The remote dataset is available at: https://demo.caterva2.net/roots/example/lung-jpeg2000_10x.b2nd?roots=example. You may want to explore the data values by clicking on the Data tab; this dataset is actually a tomography of a lung, which you can visualize by clicking on the Tomography tab. Finally, by clicking on the Download button, it can be downloaded locally in case you want to experiment more with the data.
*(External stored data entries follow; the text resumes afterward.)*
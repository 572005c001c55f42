"""The report printed to PDF by headless Chromium: every column of every table on the page.

A column that does not fit the printable width is cut off by the browser's print layout,
and the PDF then lacks its text.  So the check renders the report of a scenario with many
limits, named places and options, prints it on A4 and on US Letter portrait (ISO 216 and
ANSI/ASME Y14.1 paper sizes, common practice, no source needed for the sizes), extracts
the PDF's text with poppler's ``pdftotext -raw`` (content order, cropped to the page) and
asserts that the text of every table cell appears.  On the same pages no heading may end a
page: the last line of each page (``pdftotext -layout``, one page at a time) is no heading,
and the page that prints a heading over a table also prints the start of that table.  The
same report is then laid out at a 1,280 px browser width, and the document must not be wider
than the window (no sideways scroll).

Chromium is Debian's ``chromium`` package and pdftotext is ``poppler-utils``; ``.ci/run``
installs both.  Without them the test is skipped on a developer machine and fails in CI
(where ``CI`` is set), so a missing install step cannot hide.
"""

from __future__ import annotations

import os
import re
import shutil
import subprocess
from html.parser import HTMLParser
from pathlib import Path

import pytest

from keepclear.fields.assessment import run_assessment
from keepclear.fields.scenario import load_scenario

from .conftest import ISOTROPIC

CHROMIUM = shutil.which("chromium") or shutil.which("chromium-browser")
PDFTOTEXT = shutil.which("pdftotext")

if not (CHROMIUM and PDFTOTEXT):
    if os.environ.get("CI"):
        raise RuntimeError(
            "the report print check needs Debian's chromium and poppler-utils (.ci/run installs "
            "them)"
        )
    pytest.skip("chromium and pdftotext are not installed", allow_module_level=True)

SCENARIO = (
    ISOTROPIC.replace('name = "test point source"', 'name = "' + "Long bench name " * 6 + '"')
    + """
[exposure]
limits = ["icnirp-2020/general-public", "icnirp-2020/occupational",
          "ieee-c95.1-2019/unrestricted", "fcc-1.1310/general-population",
          "sc6-2015/uncontrolled", "icnirp-2020/general-public-local"]

[[reflector]]
point_m = [0.0, 0.0, -1.0]
normal = [0.0, 0.0, 1.0]
material = "concrete"

[[point]]
name = "operator's chair beside the long bench"
position_m = [0.5, 0.0, 0.0]

[[point]]
name = "doorway"
position_m = [0.0, 2.0, 0.0]

[[option]]
name = "lower power with a very long option name"
description = "the magnetron run at a fifth of its rated power through a smaller capacitor"
[[option.source]]
id = "s"
power_w = 20.0

[[option]]
name = "half duty"
[[option.source]]
id = "s"
duty_cycle = 0.5
"""
)

_FLAGS = [
    "--headless",
    "--no-sandbox",
    "--disable-gpu",
    "--disable-quic",
    "--no-first-run",
    "--disable-background-networking",
    "--disable-component-update",
    "--disable-sync",
]


class _Cells(HTMLParser):
    """The text of every table cell (th and td), in document order."""

    def __init__(self) -> None:
        super().__init__()
        self.cells: list[str] = []
        self._depth = 0
        self._text: list[str] = []

    def handle_starttag(self, tag, attrs):
        if tag in ("td", "th"):
            self._depth += 1
            self._text = []

    def handle_endtag(self, tag):
        if tag in ("td", "th") and self._depth:
            self._depth -= 1
            self.cells.append("".join(self._text))

    def handle_data(self, data):
        if self._depth:
            self._text.append(data)


class _Headings(HTMLParser):
    """Each heading's text, with the cells of the first body row of the table it heads."""

    def __init__(self) -> None:
        super().__init__()
        self.headings: list[tuple[str, list[str]]] = []
        self._in: str | None = None
        self._text: list[str] = []
        self._row: list[str] | None = None  # the first body row of the table being read
        self._cell: list[str] | None = None
        self._blocks = 0  # blocks since the last heading: its intro, then what it heads

    def handle_starttag(self, tag, attrs):
        if tag in ("h1", "h2", "h3"):
            self._in, self._text, self._blocks = tag, [], 0
        elif tag in ("p", "figure", "dl", "ul", "ol", "pre", "table") and self.headings:
            self._blocks += 1
            if tag == "table" and self._blocks <= 2 and not self.headings[-1][1]:
                self._row = self.headings[-1][1]
        elif tag == "td" and self._row is not None:
            self._cell = []

    def handle_endtag(self, tag):
        if tag == self._in:
            self.headings.append(("".join(self._text), []))
            self._in = None
        elif tag == "td" and self._cell is not None and self._row is not None:
            self._row.append("".join(self._cell))
            self._cell = None
        elif tag == "tr" and self._row:
            self._row = None

    def handle_data(self, data):
        if self._in:
            self._text.append(data)
        elif self._cell is not None:
            self._cell.append(data)


def _squeeze(text: str) -> str:
    return re.sub(r"\s+", "", text.replace("\u00a0", " "))


def _chromium(tmp: Path, *args: str) -> subprocess.CompletedProcess:
    return subprocess.run(
        [CHROMIUM, *_FLAGS, f"--user-data-dir={tmp / 'profile'}", *args],
        capture_output=True,
        text=True,
        timeout=120,
        check=False,
    )


@pytest.fixture(scope="module")
def report_html(tmp_path_factory) -> Path:
    folder = tmp_path_factory.mktemp("print")
    path = folder / "bench.toml"
    path.write_text(SCENARIO, encoding="utf-8")
    _, files = run_assessment(
        load_scenario(path), pixels=41, scenario_text=path.read_text(encoding="utf-8")
    )
    report = folder / "report.html"
    report.write_bytes(files["report.html"])
    return report


@pytest.mark.slow
@pytest.mark.parametrize("paper", ["A4", "letter"])
def test_printed_report_keeps_every_table_cell(report_html, tmp_path, paper):
    html = report_html.read_text(encoding="utf-8")
    # The paper size is the printer's choice; the test picks one as a user's print dialog does.
    page = tmp_path / "page.html"
    page.write_text(
        html.replace("</style>", f"@page {{ size: {paper} portrait; }}</style>", 1),
        encoding="utf-8",
    )
    pdf = tmp_path / "report.pdf"
    done = _chromium(tmp_path, "--no-pdf-header-footer", f"--print-to-pdf={pdf}", page.as_uri())
    assert pdf.exists(), done.stderr[-2000:]
    text = subprocess.run(
        [PDFTOTEXT, "-raw", str(pdf), "-"], capture_output=True, text=True, check=True
    ).stdout
    printed = _squeeze(text)
    parser = _Cells()
    parser.feed(html)
    assert len(parser.cells) > 60
    missing = [c for c in parser.cells if _squeeze(c) and _squeeze(c) not in printed]
    assert not missing, f"cut from the printed {paper} page: {missing[:8]}"
    _no_heading_ends_a_page(html, pdf, paper)


def _pages(pdf: Path, layout: str) -> list[str]:
    """The text of each page of ``pdf``, by poppler's ``pdftotext`` (form feed between pages)."""
    text = subprocess.run(
        [PDFTOTEXT, layout, str(pdf), "-"], capture_output=True, text=True, check=True
    ).stdout
    return text.split("\f")[:-1] if text.endswith("\f") else text.split("\f")


def _no_heading_ends_a_page(html: str, pdf: Path, paper: str) -> None:
    """No page ends with a heading, and a heading over a table shares its page with the table.

    A heading is found on a page by its squeezed text (it may wrap); the table's start by a
    cell of its first body row, searched after the heading on the same page.
    """
    parser = _Headings()
    parser.feed(html)
    # The start of a table: the first cell of its first row long enough to be told apart.
    headings = [
        (_squeeze(h), next((_squeeze(c) for c in row if len(_squeeze(c)) >= 6), None))
        for h, row in parser.headings
    ]
    assert len(headings) > 10 and sum(c is not None for _, c in headings) >= 5
    pages = _pages(pdf, "-layout")
    assert len(pages) > 3
    for number, page in enumerate(pages[:-1], start=1):
        lines = [line for line in page.splitlines() if line.strip()]
        last = _squeeze(lines[-1]) if lines else ""
        # The last line is a whole heading, or the end of one that wrapped.
        ended = [
            h for h, _ in headings if last and (h == last or (len(last) >= 10 and h.endswith(last)))
        ]
        assert not ended, f"{paper} page {number} ends with the heading {ended[0]!r}"
    # The closing caution is printed with the last section, never alone on a last page.
    last_page = _squeeze(pages[-1])
    assert _squeeze("Files of this assessment") in last_page, f"{paper}: last page {pages[-1]!r}"
    raw = [_squeeze(page) for page in _pages(pdf, "-raw")]
    for heading, cell in headings:
        on = [i for i, page in enumerate(raw) if heading in page]
        assert on, f"heading {heading!r} not printed on {paper}"
        if cell:
            page = raw[on[0]]
            after = page[page.index(heading) + len(heading) :]
            assert cell in after, (
                f"{paper} page {on[0] + 1}: the heading {heading!r} without the start of its table"
            )


@pytest.mark.slow
def test_report_fits_a_1280_px_window(report_html, tmp_path):
    html = report_html.read_text(encoding="utf-8")
    probe = html.replace(
        "</body>",
        "<script>document.title = 'W' + document.documentElement.scrollWidth;</script></body>",
    )
    page = tmp_path / "wide.html"
    page.write_text(probe, encoding="utf-8")
    done = _chromium(tmp_path, "--window-size=1280,900", "--dump-dom", page.as_uri())
    width = re.search(r"<title>W(\d+)</title>", done.stdout)
    assert width is not None, done.stderr[-2000:]
    assert int(width.group(1)) <= 1280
As we have seen, every time that we dowloaded a chunk, the size of the local file increased by a fix amount (around 0.64 MB). This is because the chunks (whose size is around 6.4 MB) are compressed with the Codec.GROK codec, which has been configured to reduce the size of the data by a constant factor of 10. This means that the compressed data occupies only one-tenth of the space that it would occupy without compression. This reduction in data size optimizes both storage and transfer, as data is always handled in a compressed state when downloading or storing images, which accelerates the transfer process.

Conclusion#

This tutorial has highlighted how the efficient integration of the Proxy class in Blosc2, combined with the fetch and __getitem__ functions, optimizes access to multidimensional data. This combination of techniques not only enables the handling of large volumes of information more agilely, but also maximizes storage and processing resources, which is crucial in data-intensive environments and in scientific or industrial applications that require high efficiency and performance.